[Start of Attachment]

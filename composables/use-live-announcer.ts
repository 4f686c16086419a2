import { useNoticesStore } from '~/stores/notices'

export interface Announcer {
  /** Says a sentence when the reader pauses: outcomes, saves, counts. */
  announce: (text: string) => void
  /** Interrupts: safety only. */
  alert: (text: string) => void
}

/** Speaks through the live regions that stand in app.vue from the first render on. */
export function useLiveAnnouncer(): Announcer {
  const notices = useNoticesStore()
  return {
    announce: text => notices.announce(text),
    alert: text => notices.announce(text, 'assertive'),
  }
}
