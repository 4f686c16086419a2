import { ref } from 'vue'
import type { z } from 'zod'
import type { administrationSchema, bookingSchema, consentSchema, needMarkSchema, unbookSchema } from '#shared/schemas/requests'
import type { LetterPreview, PreparationRow, RequestView, WriteResult } from '#shared/types/views'
import { useLiveAnnouncer } from '~/composables/use-live-announcer'
import type { ApiProblem, ApiResult } from '~/composables/use-api'
import { newWriteKey, useApi } from '~/composables/use-api'
import { useFormErrors } from '~/composables/use-form-errors'

export type PreparationStep = 'need' | 'booking' | 'release' | 'refusal' | 'given' | 'letter'

/** What the booking desk does to one exam: which step is open, the exam in full where the step asks for it, and the writes. */
export function usePreparationDesk(done: () => Promise<unknown>) {
  const api = useApi()
  const announcer = useLiveAnnouncer()
  const errors = useFormErrors()
  const step = ref<PreparationStep | null>(null)
  const row = ref<PreparationRow | null>(null)
  const view = ref<RequestView | null>(null)
  const preview = ref<LetterPreview | null>(null)
  const problem = ref<ApiProblem | null>(null)
  const busy = ref<string | null>(null)
  let key = newWriteKey()

  /** Opens a step; recording and the letter read the exam in full first. */
  async function open(next: PreparationStep, target: PreparationRow) {
    errors.clear()
    problem.value = null
    view.value = null
    preview.value = null
    key = newWriteKey()
    row.value = target
    step.value = next
    if (next === 'given' || next === 'letter') await readInFull(target)
  }

  async function readInFull(target: PreparationRow) {
    const [full, letter] = await Promise.all([
      api.get<RequestView>(`/api/requests/${target.id}`),
      step.value === 'letter' && target.slot !== null ? api.get<LetterPreview>(`/api/requests/${target.id}/letter-preview`) : null,
    ])
    if (row.value?.id !== target.id) return
    if (full.ok) view.value = full.data
    else problem.value = full.problem
    if (letter?.ok) preview.value = letter.data
  }

  function close() {
    step.value = null
    errors.clear()
  }

  type Send = (path: string, version: number) => Promise<ApiResult<WriteResult>>
  async function write(name: string, target: PreparationRow, said: string, send: Send): Promise<boolean> {
    if (busy.value !== null) return false
    busy.value = `${name} ${target.id}`
    problem.value = null
    const result = await send(`/api/requests/${target.id}`, view.value?.version ?? target.version)
    busy.value = null
    if (result.ok) {
      key = newWriteKey()
      announcer.announce(said)
      await done()
      return true
    }
    if (errors.fromServer(result.problem)) return false
    problem.value = result.problem
    // A change by somebody else: show how the exam stands now; what was typed stays in the dialog.
    if (result.problem.status === 412 || result.problem.status === 409) await done()
    return false
  }

  async function closing(ok: Promise<boolean>) {
    if (await ok) close()
  }

  const mark = (target: PreparationRow, body: z.input<typeof needMarkSchema>, said: string) =>
    write('need', target, said, path => api.post<WriteResult>(`${path}/needs`, body, { key }))
  const book = (target: PreparationRow, body: z.input<typeof bookingSchema>) =>
    closing(write('booking', target, 'The exam time is set.', (path, version) => api.put<WriteResult>(`${path}/booking`, body, { version, key })))
  const release = (target: PreparationRow, body: z.input<typeof unbookSchema>) =>
    closing(write('release', target, 'The slot is given up.', (path, version) => api.post<WriteResult>(`${path}/booking-release`, body, { version, key })))
  const refuse = (target: PreparationRow, reason: string) =>
    closing(write('refusal', target, 'Recorded. The clinician is told.', (path, version) => api.post<WriteResult>(`${path}/refusal`, { reason }, { version, key })))
  const record = (target: PreparationRow, body: z.input<typeof administrationSchema>) =>
    closing(write('given', target, 'Recorded what was given.', (path, version) => api.post<WriteResult>(`${path}/administration`, body, { version, key })))
  const consent = async (target: PreparationRow, body: z.input<typeof consentSchema>) => {
    if (await write('consent', target, 'The patient\'s wish is recorded.', path => api.put<WriteResult>(`${path}/consent`, body))) await readInFull(target)
  }
  const handOver = async (target: PreparationRow) => {
    if (await write('handover', target, 'Recorded as handed over on paper.', (path, version) => api.post<WriteResult>(`${path}/letter-handover`, {}, { version, key }))) await readInFull(target)
  }

  return { errors, step, row, view, preview, problem, busy, open, close, mark, book, release, refuse, record, consent, handOver }
}

export type PreparationDesk = ReturnType<typeof usePreparationDesk>
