import type { ComputedRef } from 'vue'
import { computed, onBeforeUnmount, onMounted, watch } from 'vue'
import { assess } from '#shared/domain/assessment/assess'
import { differenceBetween } from '#shared/domain/assessment/difference'
import { inputsFrom } from '#shared/domain/assessment/inputs'
import type { Assessment, AssessmentInputs } from '#shared/domain/assessment/types'
import type { ContrastOutcome } from '#shared/domain/contrast/outcome'
import type { ClinicalQuestion } from '#shared/domain/guidance/types'
import type { Sex } from '#shared/domain/kidney/types'
import type { MissingField } from '#shared/domain/request/complete'
import { missingForSending } from '#shared/domain/request/complete'
import type { FormStep } from '#shared/domain/request/form'
import { screeningWords } from '#shared/utils/screening-words'
import { useLiveAnnouncer } from '~/composables/use-live-announcer'
import { useRequestDraftStore } from '~/stores/request-draft'

/** An answer is worked out this long after the last key press, milliseconds. */
const thinkMs = 300

/** The step on which a form path is asked. */
export function stepOf(path: string): FormStep {
  if (/^(?:questionId|region|answers|history|priority|setting)/.test(path)) return 'question'
  if (path.startsWith('wish')) return 'contrast'
  if (/^(?:screening|weightKg|heightCm|typedReadings|patientEmail|detailsByEmail)/.test(path)) return 'safety'
  return 'check'
}

/** A sex as stored with the patient; anything else counts as not known. */
export function sexOf(text: string): Sex {
  return text === 'female' || text === 'male' || text === 'other' ? text : 'unknown'
}

/** Names the question in the words beside it, so that a list of what is missing can be read alone. */
export function namedField(field: MissingField, question: ClinicalQuestion | null): MissingField {
  const [group, id] = field.path.split('.')
  const ask = group === 'answers'
    ? question?.deciders.find(decider => decider.id === id)?.ask
    : group === 'screening' ? Object.entries(screeningWords).find(([name]) => name === id)?.[1].ask : undefined
  return ask ? { path: field.path, message: `Answer “${ask}”, or say that it is not known.` } : field
}

/**
 * What an answer changed, for the sheet, and one sentence to be spoken; null where the outcome and the radiologist's word stayed.
 * Another question is a new beginning: its sentence alone is spoken.
 */
export function spokenChange(before: Assessment, after: Assessment): { texts: string[], spoken: string } | null {
  if (before.exam?.questionId !== after.exam?.questionId) return { texts: [], spoken: `${after.sentence}.` }
  const weighty = differenceBetween(before, after).filter(change => change.kind === 'outcome' || change.kind === 'hold')
  const first = weighty[0]
  return first ? { texts: weighty.map(change => change.text), spoken: `Suggestion changed. ${first.text}.` } : null
}

export interface RequestFormHelp {
  question: ComputedRef<ClinicalQuestion | null>
  inputs: ComputedRef<AssessmentInputs | null>
  /** What the request asks for: the clinician's own wish, else the suggestion. */
  asked: ComputedRef<ContrastOutcome | null>
  missing: ComputedRef<MissingField[]>
  missingOn: (step: FormStep) => MissingField[]
  /** Works the sheet out now, without waiting for a pause in typing. */
  assessNow: () => void
}

/** Keeps the reasoning sheet in step with the form, in the browser, by the same engine as the server's. */
export function useRequestForm(): RequestFormHelp {
  const draft = useRequestDraftStore()
  const { announce } = useLiveAnnouncer()
  let timer: ReturnType<typeof setTimeout> | undefined

  const question = computed(() => draft.rules?.guidance.questions.find(candidate => candidate.id === draft.form?.questionId) ?? null)

  function gather(): AssessmentInputs | null {
    const { form, view, record, ledger } = draft
    if (!form || !view) return null
    return inputsFrom({
      form: { ...form, weightKg: finite(form.weightKg), heightCm: finite(form.heightCm) },
      record,
      ledger,
      patient: { birthDate: view.patient.birthDate, sex: sexOf(view.patient.sex) },
      plannedAt: null,
      now: new Date().toISOString(),
    })
  }

  const inputs = computed(gather)

  function assessNow(): void {
    clearTimeout(timer)
    const current = gather()
    if (!draft.rules || !current) return
    const before = draft.assessment
    const after = assess(current, draft.rules)
    draft.assessment = after
    const change = before ? spokenChange(before, after) : null
    if (change) {
      draft.changes = change.texts
      announce(change.spoken)
    }
  }

  watch(() => [draft.form, draft.record, draft.ledger, draft.rules], () => {
    clearTimeout(timer)
    timer = setTimeout(assessNow, thinkMs)
  }, { deep: true })
  onMounted(async () => {
    await draft.loadRules()
    assessNow()
  })
  onBeforeUnmount(() => clearTimeout(timer))

  const asked = computed(() => draft.form?.wish?.contrast ?? draft.assessment?.suggestion ?? null)
  const missing = computed(() => (draft.form && draft.assessment && draft.rules && inputs.value
    ? missingForSending(draft.form, { question: question.value, assessment: draft.assessment, inputs: inputs.value, policy: draft.rules.policy })
        .map(field => namedField(field, question.value))
    : []))

  return { question, inputs, asked, missing, missingOn: step => missing.value.filter(field => stepOf(field.path) === step), assessNow }
}

/** A number still being typed counts as none. */
function finite(value: number | null): number | null {
  return value === null || Number.isNaN(value) ? null : value
}
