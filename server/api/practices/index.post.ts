import { practiceSchema } from '#shared/schemas/people'
import { createPractice } from '#server/services/practice/save-practice'
import { defineAuthedHandler } from '#server/utils/define-authed-handler'
import { parseInput } from '#server/utils/parse-input'

export default defineAuthedHandler('practice.change', async ({ event, ctx }) =>
  createPractice({ ctx, input: await parseInput(event, practiceSchema) }), { idempotent: true })
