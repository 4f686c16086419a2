import type { ComputedRef, Ref } from 'vue'
import { computed } from 'vue'
import { ageWords } from '#shared/domain/record/age-words'
import {
  birthDateWords, clockWords, dateWords, dayWords, dueWords, exactWords, momentWords, relativeWords,
} from '#shared/utils/time-words'
import { useNow } from '~/composables/use-now'
import { useSessionStore } from '~/stores/session'

export interface DepartmentTime {
  timeZone: ComputedRef<string>
  /** ISO instant, moving on by itself. */
  now: Ref<string>
  /** "14:32" */
  clock: (iso: string) => string
  /** "12 Nov" */
  date: (iso: string) => string
  /** "14:32" today, else "12 Nov, 14:32" */
  moment: (iso: string) => string
  /** "Wednesday 2 December" */
  day: (iso: string) => string
  /** For a title on hover. */
  exact: (iso: string) => string
  /** "2 minutes ago" */
  relative: (iso: string) => string
  /** "due today 17:00" */
  due: (iso: string) => string
  /** "4 Mar 1965" */
  birthDate: (birthDate: string | null) => string
  /** "61 years" */
  age: (birthDate: string) => string
}

/** Every time on a screen, in the department's zone. */
export function useDepartmentTime(): DepartmentTime {
  const session = useSessionStore()
  const now = useNow()
  const timeZone = computed(() => session.me?.department.timeZone ?? 'UTC')
  return {
    timeZone,
    now,
    clock: iso => clockWords(iso, timeZone.value),
    date: iso => dateWords(iso, timeZone.value, now.value),
    moment: iso => momentWords(iso, timeZone.value, now.value),
    day: iso => dayWords(iso, timeZone.value),
    exact: iso => exactWords(iso, timeZone.value),
    relative: iso => relativeWords(iso, now.value),
    due: iso => dueWords(iso, timeZone.value, now.value),
    birthDate: birthDateWords,
    age: birthDate => ageWords(birthDate, now.value, timeZone.value),
  }
}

[End of Attachment]

Scan the data above for the string "asks". Copy every line in which it appears.

▶ [Solution to the exercise]:
/** What the booking desk does to one exam: which step is open, the exam in full where the step asks for it, and the writes. */
  /** What the request asks for: the clinician's own wish, else the suggestion. */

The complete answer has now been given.